I have traded the tranquil sounds of the St. John’s River
for the crashing waves of the Pacific Ocean. My time in Jacksonville, FL was
well spent as I travelled a pathway back into intimacy with God. I spent Thanksgiving
there not really wanting to celebrate the holidays in the traditional sense,
but desiring to spend time in His presence being thankful for where He is
leading me in this journey.
I am now in San Diego, CA where I spent the holidays and
will reside here for a long minute. Coming here hasn’t been what I expected…I
knew that coming in; but then nothing on this journey has gone according to the
expected. God is doing a new thing and when He is doing a new thing you sometimes
feel like your life is not your own, and in a sense—it isn’t. As the psalmist
sang, “my life is not my own, to you I belong” (you know the rest). I am
relearning the old familiar with a new perspective.

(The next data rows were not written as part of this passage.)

/// Scans for the other roots and the branch asked for, and tries again after a failed
/// solve; see the module documentation.
pub(super) fn settle(
    cx: &Context,
    solution: SetSolution,
    notes: &mut Vec<String>,
) -> Result<Settled, InputError> {
    let (t, unknown) = (cx.t, cx.unknown);
    let scan_spec = unknown.roots.as_ref();
    if let (Some(b), None) = (&cx.req.branch, scan_spec) {
        return Err(InputError::new(
            "no-branches",
            format!(
                "template {} has one branch for {}; the branch \"{b}\" cannot be chosen",
                t.id, unknown.symbol
            ),
        ));
    }
    if let (Some(b), Some(s)) = (&cx.req.branch, scan_spec) {
        let labels = branch_labels(s);
        if !labels.contains(&b.as_str()) {
            return Err(InputError::new(
                "unknown-branch",
                format!(
                    "template {} has no branch \"{b}\" for {}; its branches are {}",
                    t.id,
                    unknown.symbol,
                    labels.join(", ")
                ),
            ));
        }
    }
    let mut settled = Settled {
        solution,
        branch: None,
        others: Vec::new(),
        scan_evaluations: 0,
    };
    if scan_spec.is_none() && settled.solution.converged {
        return Ok(settled);
    }
    let nested = !t.auxiliary.is_empty();
    let Some(plan) = plan(unknown, cx.bounds, nested, cx.names, cx.values, t)? else {
        if !settled.solution.converged {
            notes.push(format!(
                "No root of {} for these values: the stretch of its range where a root can \
                 lie is empty.",
                unknown.symbol
            ));
        }
        return Ok(settled);
    };
    let nest = if nested {
        Some(Nested::new(t, cx.text)?)
    } else {
        None
    };
    let mut direct = if nested {
        None
    } else {
        Some(cx.set.residual_fn(cx.knowns, &unknown.symbol)?)
    };
    let options = cx.req.options;
    let mut f = |x: f64| match (&mut direct, &nest) {
        (Some(f), _) => f(x),
        (None, Some(n)) => n.at(x, cx.knowns, cx.specs, &options),
        (None, None) => f64::NAN,
    };
    let (roots, evaluations, noisy) = scan(&plan, &options, &mut f)?;
    settled.scan_evaluations = evaluations;
    let labels: Vec<Option<String>> = match scan_spec {
        Some(s) => label_roots(s, &roots),
        None => vec![None; roots.len()],
    };
    let found: Vec<Labelled> = roots
        .iter()
        .zip(labels)
        .map(|(&x, label)| Labelled { x, label })
        .collect();
    let range = format!(
        "{} to {}",
        sig(units::from_si_in(plan.lo, cx.unit, &unknown.dimension)?),
        with_unit(
            units::from_si_in(plan.hi, cx.unit, &unknown.dimension)?,
            cx.unit
        )
    );
    if let Some(s) = scan_spec {
        describe_roots(cx, s, &found, &range, notes)?;
    }
    if noisy && !settled.solution.converged {
        notes.push(format!(
            "With these values the equation holds to rounding over a stretch of the range \
             of {} ({range}): {} is not determined by them.",
            unknown.symbol, unknown.symbol
        ));
        return Ok(settled);
    }
    let target = choose(cx, &settled.solution, &found)?;
    if let Some(x) = target {
        let current = settled.solution.unknowns.first().map_or(f64::NAN, |u| u.1);
        if !(settled.solution.converged && same_root(current, x)) {
            let failed = (!settled.solution.converged)
                .then(|| (settled.solution.status.code(), settled.solution.evaluations));
            let again = polish(cx, x)?;
            if !again.converged {
                let near = with_unit(units::from_si_in(x, cx.unit, &unknown.dimension)?, cx.unit);
                notes.push(match again.status {
                    Status::ZeroPlateau => format!(
                        "With these values the equation holds only to rounding near {near} \
                         (f is zero there and beside it): {} is not determined by them.",
                        unknown.symbol
                    ),
                    Status::Discontinuity => format!(
                        "No root of {} from {range} for these values: the sign change a scan \
                         found near {near} is a pole or a jump, where the equation does not \
                         approach zero.",
                        unknown.symbol
                    ),
                    _ => format!(
                        "A scan of {} from {range} found a sign change near {near}, but the \
                         solve from there did not converge ({}).",
                        unknown.symbol,
                        again.status.code()
                    ),
                });
            } else {
                notes.push(match failed {
                    Some((status, evals)) => format!(
                        "The solve from the template's start ended {status} after {evals} \
                         evaluations; a scan of {} from {range} found a sign change near \
                         {}, and the solve from there converged.",
                        unknown.symbol,
                        with_unit(units::from_si_in(x, cx.unit, &unknown.dimension)?, cx.unit)
                    ),
                    None => format!(
                        "The solve from the start found another root; the {} root was \
                         solved from the scan's estimate.",
                        label_of(&found, x).unwrap_or("chosen")
                    ),
                });
                settled.solution = again;
            }
        }
    }
    if !settled.solution.converged && found.is_empty() && scan_spec.is_none() {
        notes.push(format!(
            "No root of {} from {range} for these values: a scan of {} points across that \
             range found no sign change, so no value of {} in the range satisfies the \
             equation.",
            unknown.symbol, plan.samples, unknown.symbol
        ));
    }
    let root = settled.solution.unknowns.first().map_or(f64::NAN, |u| u.1);
    let converged = settled.solution.converged;
    settled.branch = if converged {
        found
            .iter()
            .find(|r| same_root(r.x, root))
            .and_then(|r| r.label.clone())
    } else {
        None
    };
    settled.others = found
        .into_iter()
        .filter(|r| !(converged && same_root(r.x, root)))
        .collect();
    Ok(settled)
}

fn label_of(found: &[Labelled], x: f64) -> Option<&str> {
    found
        .iter()
        .find(|r| r.x == x)
        .and_then(|r| r.label.as_deref())
}

/// The notes that list the roots of a template with branches.
fn describe_roots(
    cx: &Context,
    scan: &RootScan,
    found: &[Labelled],
    range: &str,
    notes: &mut Vec<String>,
) -> Result<(), InputError> {
    let symbol = &cx.unknown.symbol;
    if found.is_empty() {
        notes.push(format!("No root of {symbol} found from {range}."));
        return Ok(());
    }
    let mut shown = Vec::new();
    for r in found {
        let v = units::from_si_in(r.x, cx.unit, &cx.unknown.dimension)?;
        shown.push(match &r.label {
            Some(l) => format!("{}, {l}", with_unit(v, cx.unit)),
            None => with_unit(v, cx.unit),
        });
    }
    notes.push(format!(
        "Roots of {symbol} from {range}: {}.",
        shown.join("; ")
    ));
    if found.len() > 1 {
        if let Some(s) = &scan.several {
            notes.push(s.clone());
        }
        if let (Some(d), None) = (&scan.default, &cx.req.branch) {
            let why = scan.default_reason.as_deref().unwrap_or("");
            notes.push(
                format!("The {d} root is given by default: {why}")
                    .trim_end()
                    .to_string(),
            );
        }
    }
    Ok(())
}

/// The root to return: the branch asked for (or the default branch), else after a
/// failed solve the root nearest the start.
fn choose(
    cx: &Context,
    solution: &SetSolution,
    found: &[Labelled],
) -> Result<Option<f64>, InputError> {
    let scan = cx.unknown.roots.as_ref();
    let wanted = cx
        .req
        .branch
        .clone()
        .or_else(|| scan.and_then(|s| s.default.clone()));
    if let (Some(w), Some(s)) = (&wanted, scan) {
        let on_branch = found
            .iter()
            .find(|r| r.label.as_deref() == Some(w.as_str()));
        // A single root answers for the smallest or largest branch (one phase).
        let single = (found.len() == 1
            && [&s.smallest, &s.largest]
                .iter()
                .any(|l| l.as_deref() == Some(w)))
        .then(|| &found[0]);
        match on_branch.or(single) {
            Some(r) => return Ok(Some(r.x)),
            None if cx.req.branch.is_some() => {
                let list: Vec<String> = found
                    .iter()
                    .map(|r| {
                        let v = units::from_si_in(r.x, cx.unit, &cx.unknown.dimension)
                            .unwrap_or(f64::NAN);
                        match &r.label {
                            Some(l) => format!("{} ({l})", with_unit(v, cx.unit)),
                            None => with_unit(v, cx.unit),
                        }
                    })
                    .collect();
                return Err(InputError::new(
                    "no-root-on-branch",
                    format!(
                        "no root of {} on the {w} branch for these values in template {}; {}",
                        cx.unknown.symbol,
                        cx.t.id,
                        if list.is_empty() {
                            "no root was found in the range".to_string()
                        } else {
                            format!("the roots found are {}", list.join(", "))
                        }
                    ),
                ));
            }
            None => {}
        }
    }
    if solution.converged || found.is_empty() || !cx.own_start {
        return Ok(None);
    }
    let start = cx.specs[0].guesses.map_or(found[0].x, |g| g.0);
    let distance = |x: f64| {
        if x > 0.0 && start > 0.0 {
            (x / start).ln().abs()
        } else {
            (x - start).abs()
        }
    };
    Ok(found
        .iter()
        .map(|r| r.x)
        .min_by(|a, b| distance(*a).total_cmp(&distance(*b))))
}

/// Solves again from two points just either side of a root the scan found.
fn polish(cx: &Context, x: f64) -> Result<SetSolution, InputError> {
    let d = POLISH
        * x.abs()
            .max(1e-3 * (cx.bounds.hi - cx.bounds.lo).abs().min(1.0));
    let a = cx.bounds.clamp(x - d);
    let b = cx.bounds.clamp(x + d);
    let mut specs = cx.specs.to_vec();
    specs[0].guesses = Some(if a < b {
        (a, b)
    } else {
        (cx.bounds.lo, cx.bounds.hi)
    });
    let mut notes = Vec::new();
    super::solve_coupled(cx.t, cx.set, cx.text, cx.knowns, &specs, cx.req, &mut notes)
}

As a longtime single I relished in my long moments of
uninterrupted solitude. Those moments were habitual attitudes I cherished. I am
now relearning to share my dwelling space, and that my quiet moments will be
shortened with the cares and joys of others in my life. To paraphrase Bishop
Dale Bronner— if you don’t break old habits nothing in the new year will change;
nothing is new for you until you get a new perspective. While I’m not seeking
to change spending time alone in His presence, I am seeking and asking the Father
to help me accept the change in how and where I spend that time with Him; and
embrace the new pathway to intimacy that is forthcoming with others in my
space.
The final destination of my journey is still yet to be
determined. To quote Bishop Bronner again, “you are not defined by where you
are, you are defined by who you are”. Where I am in the physical sense is
becoming irrelevant—the more important consideration is where I am in the
spirit. Spiritually I am in a good place. I like knowing whose I am no matter
where I am or who I’m with. Wherever my journey takes me, I will always travel
the pathway that leads to intimacy with the Father.